Starting at the first line of the data below, retype every line up to and including the one containing "describe('flag parsing', ()".

Records contained in a dataset
*** Begin section ***
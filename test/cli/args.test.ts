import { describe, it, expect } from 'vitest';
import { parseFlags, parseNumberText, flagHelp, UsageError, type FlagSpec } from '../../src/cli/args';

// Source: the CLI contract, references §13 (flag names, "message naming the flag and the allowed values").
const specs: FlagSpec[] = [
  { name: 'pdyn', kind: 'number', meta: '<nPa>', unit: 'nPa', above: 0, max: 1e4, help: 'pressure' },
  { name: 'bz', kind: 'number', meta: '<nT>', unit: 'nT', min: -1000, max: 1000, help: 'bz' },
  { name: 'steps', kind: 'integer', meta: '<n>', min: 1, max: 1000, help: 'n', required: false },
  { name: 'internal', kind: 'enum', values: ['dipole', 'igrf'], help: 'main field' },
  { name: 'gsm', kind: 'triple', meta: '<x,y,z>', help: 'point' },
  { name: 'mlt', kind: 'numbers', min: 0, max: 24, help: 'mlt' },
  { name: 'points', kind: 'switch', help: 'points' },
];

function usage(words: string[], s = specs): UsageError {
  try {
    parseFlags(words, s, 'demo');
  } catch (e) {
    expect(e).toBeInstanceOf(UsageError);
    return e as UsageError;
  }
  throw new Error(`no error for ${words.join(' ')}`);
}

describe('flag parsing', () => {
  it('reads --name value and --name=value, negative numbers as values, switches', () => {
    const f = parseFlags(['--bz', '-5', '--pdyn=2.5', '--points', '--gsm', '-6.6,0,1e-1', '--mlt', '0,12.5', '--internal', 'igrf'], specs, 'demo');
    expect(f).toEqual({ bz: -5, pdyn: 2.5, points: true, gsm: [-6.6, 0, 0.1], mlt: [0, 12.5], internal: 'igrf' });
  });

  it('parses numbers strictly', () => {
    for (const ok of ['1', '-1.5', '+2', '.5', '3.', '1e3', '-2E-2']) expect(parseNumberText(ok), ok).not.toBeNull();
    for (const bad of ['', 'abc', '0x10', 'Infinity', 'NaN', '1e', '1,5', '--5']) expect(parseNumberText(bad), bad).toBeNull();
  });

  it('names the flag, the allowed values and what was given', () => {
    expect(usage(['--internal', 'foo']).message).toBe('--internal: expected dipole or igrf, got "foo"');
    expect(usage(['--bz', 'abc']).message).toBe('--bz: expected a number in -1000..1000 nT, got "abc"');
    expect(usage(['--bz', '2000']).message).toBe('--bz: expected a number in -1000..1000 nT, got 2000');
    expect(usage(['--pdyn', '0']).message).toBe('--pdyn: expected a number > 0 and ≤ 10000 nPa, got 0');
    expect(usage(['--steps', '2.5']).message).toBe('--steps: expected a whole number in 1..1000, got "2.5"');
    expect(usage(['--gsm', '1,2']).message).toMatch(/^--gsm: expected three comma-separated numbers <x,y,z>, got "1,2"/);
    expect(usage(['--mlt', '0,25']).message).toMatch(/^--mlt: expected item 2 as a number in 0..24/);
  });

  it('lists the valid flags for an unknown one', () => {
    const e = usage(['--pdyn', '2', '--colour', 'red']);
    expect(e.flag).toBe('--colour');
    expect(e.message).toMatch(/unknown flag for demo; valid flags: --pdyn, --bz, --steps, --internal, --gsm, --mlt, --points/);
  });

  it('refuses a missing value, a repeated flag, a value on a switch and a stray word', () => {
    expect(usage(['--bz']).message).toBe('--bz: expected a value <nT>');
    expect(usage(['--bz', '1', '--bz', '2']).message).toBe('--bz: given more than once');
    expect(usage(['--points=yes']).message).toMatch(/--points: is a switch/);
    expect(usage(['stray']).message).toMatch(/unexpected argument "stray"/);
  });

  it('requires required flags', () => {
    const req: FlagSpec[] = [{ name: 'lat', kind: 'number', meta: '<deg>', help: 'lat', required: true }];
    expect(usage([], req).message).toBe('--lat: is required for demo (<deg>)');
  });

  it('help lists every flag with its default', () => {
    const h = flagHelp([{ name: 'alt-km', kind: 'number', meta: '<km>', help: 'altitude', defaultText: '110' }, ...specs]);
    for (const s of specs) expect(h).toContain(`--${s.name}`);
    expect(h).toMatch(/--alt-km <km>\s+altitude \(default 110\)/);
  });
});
*** End section ***
## Response area
filename test/cli/args.test.ts
import { describe, it, expect } from 'vitest';
import { parseFlags, parseNumberText, flagHelp, UsageError, type FlagSpec } from '../../src/cli/args';

// Source: the CLI contract, references §13 (flag names, "message naming the flag and the allowed values").
const specs: FlagSpec[] = [
  { name: 'pdyn', kind: 'number', meta: '<nPa>', unit: 'nPa', above: 0, max: 1e4, help: 'pressure' },
  { name: 'bz', kind: 'number', meta: '<nT>', unit: 'nT', min: -1000, max: 1000, help: 'bz' },
  { name: 'steps', kind: 'integer', meta: '<n>', min: 1, max: 1000, help: 'n', required: false },
  { name: 'internal', kind: 'enum', values: ['dipole', 'igrf'], help: 'main field' },
  { name: 'gsm', kind: 'triple', meta: '<x,y,z>', help: 'point' },
  { name: 'mlt', kind: 'numbers', min: 0, max: 24, help: 'mlt' },
  { name: 'points', kind: 'switch', help: 'points' },
];

function usage(words: string[], s = specs): UsageError {
  try {
    parseFlags(words, s, 'demo');
  } catch (e) {
    expect(e).toBeInstanceOf(UsageError);
    return e as UsageError;
  }
  throw new Error(`no error for ${words.join(' ')}`);
}

describe('flag parsing', () => {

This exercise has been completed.